Measha Brueggergosman | News | Ganz etwas Anderes

Ganz etwas Anderes

12.03.2008
Das Album beginnt mit einem schnippischen “Surprise!” und zeigt schon bei den ersten Tönen, wo die Stärken von Measha Brueggergosman liegen. Natürlich könnte die agile Kanadierin auch die bewährten Partien ihres Fachs singen, doch damit wäre ihr immenses Talent zur schauspielerischen Darstellung im Gesang, zum turbulenten und dramatischen Erzählen unterfordert. So hat die seit der Jahrtausendwende bereits ihn ihrer Heimat gefeierte Sopranistin für ihren Einstand bei der Deutschen Grammophon ein überraschendes Programm gewählt: William Bolcoms “Cabaret Songs”, Arnold Schönbergs “Brettl-Lieder” und fünf Miniaturen von Erik Satie. Heraus kam ein faszinierendes Kompendium der musikalischen Seitenlinien, ungemein unterhaltsam und zugleich ernst genug, um die große Kunst hinter dem vermeintlich Kleinen zu entdecken. Measha Brueggergosmann stammt aus dem kanadischen Fredericton im Bundesstaat New Brunswick. Ihr Vater arbeitete beim Radio, daheim lief viel klassische Musik, während sie ihrer ersten Schritte machte, Worte sprach und Sätze schrieb. Das Mädel war begabt, allerdings merkte das zunächst eine aufmerksame Grundschullehrerin, die die Eltern auf Maeshas Talent ansprach. Die gaben ihr Recht und so kam es zu ersten Gesangs- und Klavierstunden.
Von da an ging es zügig voran. Im Alter 15 Jahren entschloss sich die Teenagerin, Sängerin zu werden und meldete sich an der Universität von Toronto an. Sie lernte bei Mary Morrison, machte ihren Abschluss, ließ sich nicht von den Verlockungen beirren, sich gleich ins Getümmel zu stürzen, sondern ging weiter nach Deutschland, um sich bei der Spezialistin für Liedgesang Edith Wiens noch weiter ausbilden zu lassen.
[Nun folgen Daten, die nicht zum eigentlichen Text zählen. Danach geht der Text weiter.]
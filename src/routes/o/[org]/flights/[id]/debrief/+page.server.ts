import { error } from '@sveltejs/kit';
import { requireFlight, type OrgContext } from '$lib/server/access';
import { createShare, debriefReport, mayReadDebrief, publishDebrief, revokeShare, saveDebriefText, sharesOf, signOff } from '$lib/server/debriefs';
import { can } from '$lib/permissions';
import { debriefTextFormSchema, shareFormSchema } from '$lib/schemas/debrief';
import { idFormSchema } from '$lib/schemas/flight';
import { failForm, parseForm } from '$lib/schemas/form';
import type { Actions, PageServerLoad, RequestEvent } from './$types';

/** Writing a debrief is the instructor's (the role's annotate permission), not the flight's pilot's. */
async function requireDebriefWriter(event: RequestEvent) {
	const ctx = await requireFlight(event, event.params.org, event.params.id, 'view');
	if (!mayWrite(ctx)) error(403, 'Only an instructor writes a debrief.');
	return ctx;
}
const mayWrite = (ctx: OrgContext) => can(ctx.role, 'annotate');

// The debrief report; a draft shows only to instructors, the student sees it once published.
export const load = (async (event) => {
	const ctx = await requireFlight(event, event.params.org, event.params.id, 'view');
	const report = await debriefReport(ctx.flight.id);
	if (!report) error(404, 'Flight not found.');
	const writer = mayWrite(ctx);
	const visible = mayReadDebrief(report.debrief.status, writer);
	return {
		report: visible ? report : null,
		status: report.debrief.status,
		mayWrite: writer,
		shares: writer ? await sharesOf(ctx.flight.id) : [],
		flightId: ctx.flight.id,
		registration: report.aircraft.registration,
		startedAt: report.flight.startedAt
	};
}) satisfies PageServerLoad;

export const actions = {
	saveText: async (event) => {
		const { flight } = await requireDebriefWriter(event);
		const form = parseForm(debriefTextFormSchema, await event.request.formData());
		if (!form.ok) return failForm(400, form.errors, form.values, 'saveText');
		await saveDebriefText(flight.id, form.data.summary);
		return { action: 'saveText', saved: true };
	},
	signOff: async (event) => {
		const { flight, user } = await requireDebriefWriter(event);
		await signOff(flight.id, user.id);
		return { action: 'signOff', saved: true };
	},
	publish: async (event) => {
		const { flight } = await requireDebriefWriter(event);
		const done = await publishDebrief(flight.id, event.url.origin);
		if (!done.ok) return failForm(400, { [done.field]: done.message }, {}, 'publish');
		return { action: 'publish', mailedTo: done.mailedTo };
	},
	share: async (event) => {
		const { flight, user } = await requireDebriefWriter(event);
		const form = parseForm(shareFormSchema, await event.request.formData());
		if (!form.ok) return failForm(400, form.errors, form.values, 'share');
		const { token, expiresAt } = await createShare(flight.id, user.id, form.data.days);
		// Shown once: only the hash is stored.
		return { action: 'share', url: new URL(`/share/${token}`, event.url.origin).toString(), expiresAt };
	},
	revokeShare: async (event) => {
		const { flight } = await requireDebriefWriter(event);
		const form = parseForm(idFormSchema, await event.request.formData());
		if (!form.ok) return failForm(400, form.errors, form.values, 'revokeShare');
		if (!(await revokeShare(flight.id, form.data.id))) return failForm(404, { id: 'That link is not on this debrief, or it is revoked already.' }, form.values, 'revokeShare');
		return { action: 'revokeShare', saved: true };
	}
} satisfies Actions;
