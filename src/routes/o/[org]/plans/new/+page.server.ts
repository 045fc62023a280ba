import { redirect } from '@sveltejs/kit';
import { DEFAULT_TOLERANCE_PERCENT } from '$lib/fuel';
import { requireMember } from '$lib/server/access';
import { createWaitingPlan, fleetOf, membersOf, WaitingPlanRefusal } from '$lib/server/plans';
import { importPlanFile } from '$lib/server/plans/import-form';
import { failForm, parseForm } from '$lib/schemas/form';
import { parsePlanForm, waitingPlanFormSchema } from '$lib/schemas/plan';
import { fromLitres } from '$lib/units';
import type { Actions, PageServerLoad } from './$types';

// A plan made before the flight: the aircraft, when it is expected to start, who flies, the plan.
export const load = (async (event) => {
	const { org, user } = await requireMember(event, event.params.org, 'annotate');
	const fleet = await fleetOf(org.id);
	const pilots = await membersOf(org.id);
	const chosen = fleet.find((a) => a.id === event.url.searchParams.get('aircraft')) ?? fleet[0] ?? null;
	const unit = user.prefFuelUnit ?? chosen?.displayUnit ?? 'usgal';
	const show = (l: number | null) => (l === null || !chosen ? '' : String(Math.round(fromLitres(l, unit, chosen.densityKgPerL) * 100) / 100));
	return {
		aircraft: fleet.map((a) => ({ id: a.id, registration: a.registration, type: a.type })),
		pilots,
		unit,
		values: {
			aircraft: chosen?.id ?? '',
			departure: '',
			pilot: '',
			unit,
			start: '',
			taxi: '',
			climb: '',
			reserveRule: chosen?.reserveRule ?? 'faa-91.151-vfr-day',
			reserveMin: chosen?.reserveCustomMin == null ? '' : String(chosen.reserveCustomMin),
			reserveFlow: show(chosen?.baselineCruiseLph ?? null),
			tolerance: String(DEFAULT_TOLERANCE_PERCENT)
		} as Record<string, string>
	};
}) satisfies PageServerLoad;

export const actions = {
	save: async (event) => {
		const { org, user } = await requireMember(event, event.params.org, 'annotate');
		const body = await event.request.formData();
		const head = parseForm(waitingPlanFormSchema, body);
		// The plan's amounts are typed in a unit of the chosen aircraft's fuel: its density converts
		// them. Without an aircraft the plan is parsed only for its errors (any density will do).
		const a = head.ok ? (await fleetOf(org.id)).find((x) => x.id === head.data.aircraft) : undefined;
		const plan = parsePlanForm(head.values, a?.densityKgPerL ?? 1);
		const errors = { ...(head.ok ? {} : head.errors), ...(plan.ok ? {} : plan.errors) };
		if (head.ok && !a) errors.aircraft = 'Choose an active aircraft of this organisation.';
		if (!head.ok || !plan.ok || !a) return failForm(400, errors, { ...head.values, ...plan.values }, 'save');
		try {
			await createWaitingPlan(org.id, head.data, plan.data, user.id);
		} catch (e) {
			if (e instanceof WaitingPlanRefusal) return failForm(400, { [e.field]: e.message }, plan.values, 'save');
			throw e;
		}
		redirect(303, `/o/${org.slug}/students?waiting=saved#waiting`);
	},
	// Fills the legs table from a file; nothing is stored until the form is saved.
	import: async (event) => {
		await requireMember(event, event.params.org, 'annotate');
		return importPlanFile(await event.request.formData());
	}
} satisfies Actions;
Dann erst, als Measha Brueggergosman das Gefühl hatte, genügend Handwerkszeug gelernt zu haben, um auch die anspruchsvolleren Repertoireperlen zu singen, machte sie sich auf den Weg in die Szene. Sie gewinnt den Robert-Schumann-Wettbewerb in Zwickau (2000), den Internationalen Gesangswettbewerb der Londoner Wigmore Hall (2001), den Wettbewerb der ARD in München (2003) und ist seitdem zunehmend auf den internationalen Bühnen präsent. Dabei helfen ihr nicht nur ihre fantastische Stimme, sondern auch die schauspielerische Begabung und ein Temperament, das jedem Zuhörer, wenn er sie hört und live erlebt, augenblicklich klar macht, dass Musik etwas Lustvolles, Persönliches und zugleich faszinierend Weltoffenes ist.



Die Zeit also ist reif für ein Album, das diese junge, eigenständige Künstlerin einem großen Publikum präsentiert – und das bei dieser Geschichte als Debüt bei der Deutschen Grammophon nicht aus den Klassikern des Hohen Cs, sondern aus ungewöhnlichen Liedern bestehen muss, die die besonderen Kompetenzen von Measha Brueggergosman in den Mittelpunkt stellen: “Das Kunststück ist, den Gesang soweit zurückzunehmen, dass er das Geschichtenerzählen nicht überschattet. Die Bolcom-Lieder sind tiefer gesetzt und lassen sich daher leichter erzählerisch gestalten. Schönberg und Satie bieten in dieser Hinsicht eine viel größere Herausforderung – obwohl ich bei Satie, der in der melodischen Üppigkeit schwelgt, die eigentlich nur Franzosen beherrschen, gar nichts dagegen habe, wenn die Leute sagen: ‘Jetzt hör doch einfach nur zu!’ Aber anfangs dachte ich immer daran, wie ich die Geschichte erzählen kann, statt ein Lied zu singen”.

Der Titel “Surprise!” passt daher in vieler Hinsicht, in Bezug auf das Temperament, das Repertoire, die Details der Gestaltung und die Künstlerin in ihrer gesamten Erscheinung. Denn eines ist klar: Wer sich als Einstand in die große Welt der Stimmen die “Cabaret Songs” von William Bolcom, die “Brettl-Lieder” von Arnold Schönberg und fünf zum Teil neu orchestrierte Lieder von Erik Satie auswählt, muss schon eine Überraschung zu bieten haben. Und die gelingt Measha Brueggergosman mit der Lässigkeit einer großen Künstlerin.